I have moved hundreds over the years with nothing but a chain or two. Once they are out of the ground chain around them using the slip hook. You will have to make two or three wraps sometimes and take it slow so they don't bounce or sway.
 
No.

Like Paul, I have moved many, many large rocks with nothing more than a couple of chains and a boom pole. Sometimes you need to make a makeshift sling from the chains.

Dean
 
I have done this for the local Library and another
lady in town. Your boom should do just fine you
just need something with the capacity.

Don't mess around with drilling and putting in a
eye. This is what I did. Take a chain and wrap
around the bottom where the rock contacts the
ground hook this one onto itself so I won't pull
around the rock (tight but you don't need a
binder. Then hook three or four chains to this
chain and the boom in equal lengths. Lots of
times I will use the loose end from the chain
wrapped around the base as one of the chains going
to the boom. If you have done it right you will
cradle the rock. Takes longer to describe than to
do it.

hth

jt
 
A lot depends on what tractor you have. A 500lbs rock on the end of a boom pole behind an 8N is going to have you doing wheelies but on say a 4020 JD then maybe. By the way if you figure the rock is 500lbs best add half again to it. I have a rock that I can shake with my back hoe on my 8N ford but the Cat 950 loader machine I have will not even begin to move it. I know since I hook up a chain around that rock and all I could do was lift the rear end of that 950 off the ground and that is a big 40,000lbs machine with a 2.5 yard bucket
 
Well, first off,...thanks for all the responses, I appreciate it.

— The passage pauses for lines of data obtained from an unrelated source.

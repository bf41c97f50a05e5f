namespace ExprModel.Web.Workspace;

/// <summary>One uploaded file as received: its name (as the user sent it) and its bytes.</summary>
public sealed record UploadedFile(string Name, byte[] Bytes);
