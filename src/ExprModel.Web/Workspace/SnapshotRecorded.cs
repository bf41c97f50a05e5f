namespace ExprModel.Web.Workspace;

/// <summary>
/// What was recorded from the cell or group a shared model was built for, stored with the snapshot (as it was when
/// shared; recorded data is not kept on the server otherwise).
/// </summary>
/// <param name="Target">"cell FH1001" or "group T1-fast".</param>
public sealed record SnapshotRecorded(string Target, IReadOnlyList<RecordedValue> Values)
{
    /// <summary>The recorded values of the workspace's open model's target, or null when it has none.</summary>
    public static SnapshotRecorded? Of(WorkspaceState workspace)
    {
        if (workspace.ModelTarget is not { } t || workspace.Recorded.ValuesFor(t) is not { Count: > 0 } values) return null;
        return new SnapshotRecorded(t.CellId is { } c ? "cell " + c : "group " + t.Group, values.Values.ToArray());
    }

    public IReadOnlyDictionary<string, RecordedValue> ByReadout => Values.ToDictionary(v => v.Readout, StringComparer.Ordinal);
}
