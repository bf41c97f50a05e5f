using ExprModel.Web.Simulation;

namespace ExprModel.Web.Workspace;

/// <summary>
/// Runs one library call (knock-down, sensitivity, fit) as a background job inside the <see cref="SimulationGate"/>'s
/// bound: the call runs on a scheduler of its own that lets one model evaluation run at a time (the library's parallel
/// loops pick up <see cref="TaskScheduler.Current"/>), and it holds one gate slot, which it gives back after every model
/// evaluation (<c>checkpoint</c>, called from the library's progress callback) and takes again behind whoever waited
/// meanwhile. So a long fit counts as one simulation, and the live slider loop waits at most one evaluation for a slot.
/// </summary>
public static class GatedWorker
{
    /// <param name="work">The library call; it calls the checkpoint after each model evaluation.</param>
    public static async Task<T> RunAsync<T>(SimulationGate gate, Func<Action, T> work, CancellationToken cancel)
    {
        var lease = await GateLease.AcquireAsync(gate, cancel).ConfigureAwait(false);
        var slotLock = new object();
        void Checkpoint()
        {
            cancel.ThrowIfCancellationRequested();
            lock (slotLock)
            {
                lease.Dispose();
                lease = GateLease.AcquireAsync(gate, cancel).GetAwaiter().GetResult();
            }
        }
        var oneAtATime = new ConcurrentExclusiveSchedulerPair(TaskScheduler.Default, maxConcurrencyLevel: 1);
        try
        {
            return await Task.Factory.StartNew(() => work(Checkpoint), cancel, TaskCreationOptions.DenyChildAttach,
                oneAtATime.ConcurrentScheduler).ConfigureAwait(false);
        }
        finally
        {
            lock (slotLock) lease.Dispose();
            oneAtATime.Complete();
        }
    }
}
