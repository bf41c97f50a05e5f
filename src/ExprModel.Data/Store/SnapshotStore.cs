using System.Globalization;
using System.Security.Cryptography;
using Microsoft.Data.Sqlite;

namespace ExprModel.Data.Store;
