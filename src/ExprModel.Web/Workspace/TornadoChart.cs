using ExprModel.Core.Perturbation;

namespace ExprModel.Web.Workspace;

/// <summary>
/// The tornado plot of one read-out: a bar per knocked-down target, largest effect first, left for a decrease and
/// right for an increase. Read-outs that keep one sign are shown as relative change (%), potentials and indices whose sign
/// can cross zero as change in their own unit (the library's <see cref="ReadoutScales.KindOf"/>).
/// </summary>
public sealed record TornadoChart(string Readout, string Unit, bool Relative, IReadOnlyList<TornadoBar> Bars, int Hidden)
{
    public string AxisLabel => Relative ? $"change of {Readout} (%)" : $"change of {Readout} ({Unit})";

    /// <param name="ranked">The read-out's changes, largest effect first (<see cref="KnockdownReport.Ranked"/>).</param>
    /// <param name="most">Bars drawn at most; the rest are counted in <see cref="Hidden"/>.</param>
    public static TornadoChart From(IReadOnlyList<KnockdownChange> ranked, string readout, int most)
    {
        bool relative = ReadoutScales.KindOf(readout) == ElasticityKind.LogRatio;
        var bars = ranked.Take(most).Select(c => new TornadoBar(c.Target, relative ? c.RelativeChange * 100 : c.Change, c.Lost, c.Gained, c.Intact,
            c.KnockedDown)).ToArray();
        return new TornadoChart(readout, ReadoutValues.UnitOf(readout) ?? "", relative, bars, Math.Max(0, ranked.Count - most));
    }

    /// <summary>Half-width of the value axis: the largest bar, with room for the bars of lost and gained read-outs drawn at its edge.</summary>
    public double AxisHalfWidth
    {
        get
        {
            double most = Bars.Select(b => Math.Abs(b.Value ?? 0)).DefaultIfEmpty(0).Max();
            return most > 0 ? most * 1.15 : Relative ? 10 : 1;
        }
    }
}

As for the type of tractor I have, it is a Ford 641 Workmaster. If I do recall properly, I think I have lifted several items up to 500 lbs with the boom pole? Heck, ...even I can lift a 200 lb rock by myself, so I don't see why I couldn't do 500 lbs with the 641?

But then again,..Old seems to be pretty accurate in most cases?
 
(quoted from post at 22:01:42 05/31/12) A lot depends on what tractor you have. A 500lbs rock on the end of a boom pole behind an 8N is going to have you doing wheelies but on say a 4020 JD then maybe. By the way if you figure the rock is 500lbs best add half again to it. I have a rock that I can shake with my back hoe on my 8N ford but the Cat 950 loader machine I have will not even begin to move it. I know since I hook up a chain around that rock and all I could do was lift the rear end of that 950 off the ground and that is a big 40,000lbs machine with a 2.5 yard bucket

Also,..I think much depends on how long one's boom pole is. I feel funny saying this, but my pole is not that long. :oops:
 
Of course you won't life the rock out at the end of your short pole, but all of them have a mid-way hole for a chain and that is where you can probably lift the 750 lb rock you thought was 500 lbs.

--->Paul
 
I don't know how heavy the rocks were but I moved some with my carry-all. They had to be shaped right to fit between the forks.

Larry
 
Use a stone boat. I"ve heard that an old car hood can be used as a makeshift stone boat.
HTH, Hendrik
 
We use wedge bolts for such things when needed at work. As they're one-time use only, it can be a little pricey for moving rocks as well as the hammer drill and bit to prep for them.
Wedge Bolt
 
took the words out of my mouth.

Doesn't need to be pretty, just a few wraps of chain and it'll usually hold.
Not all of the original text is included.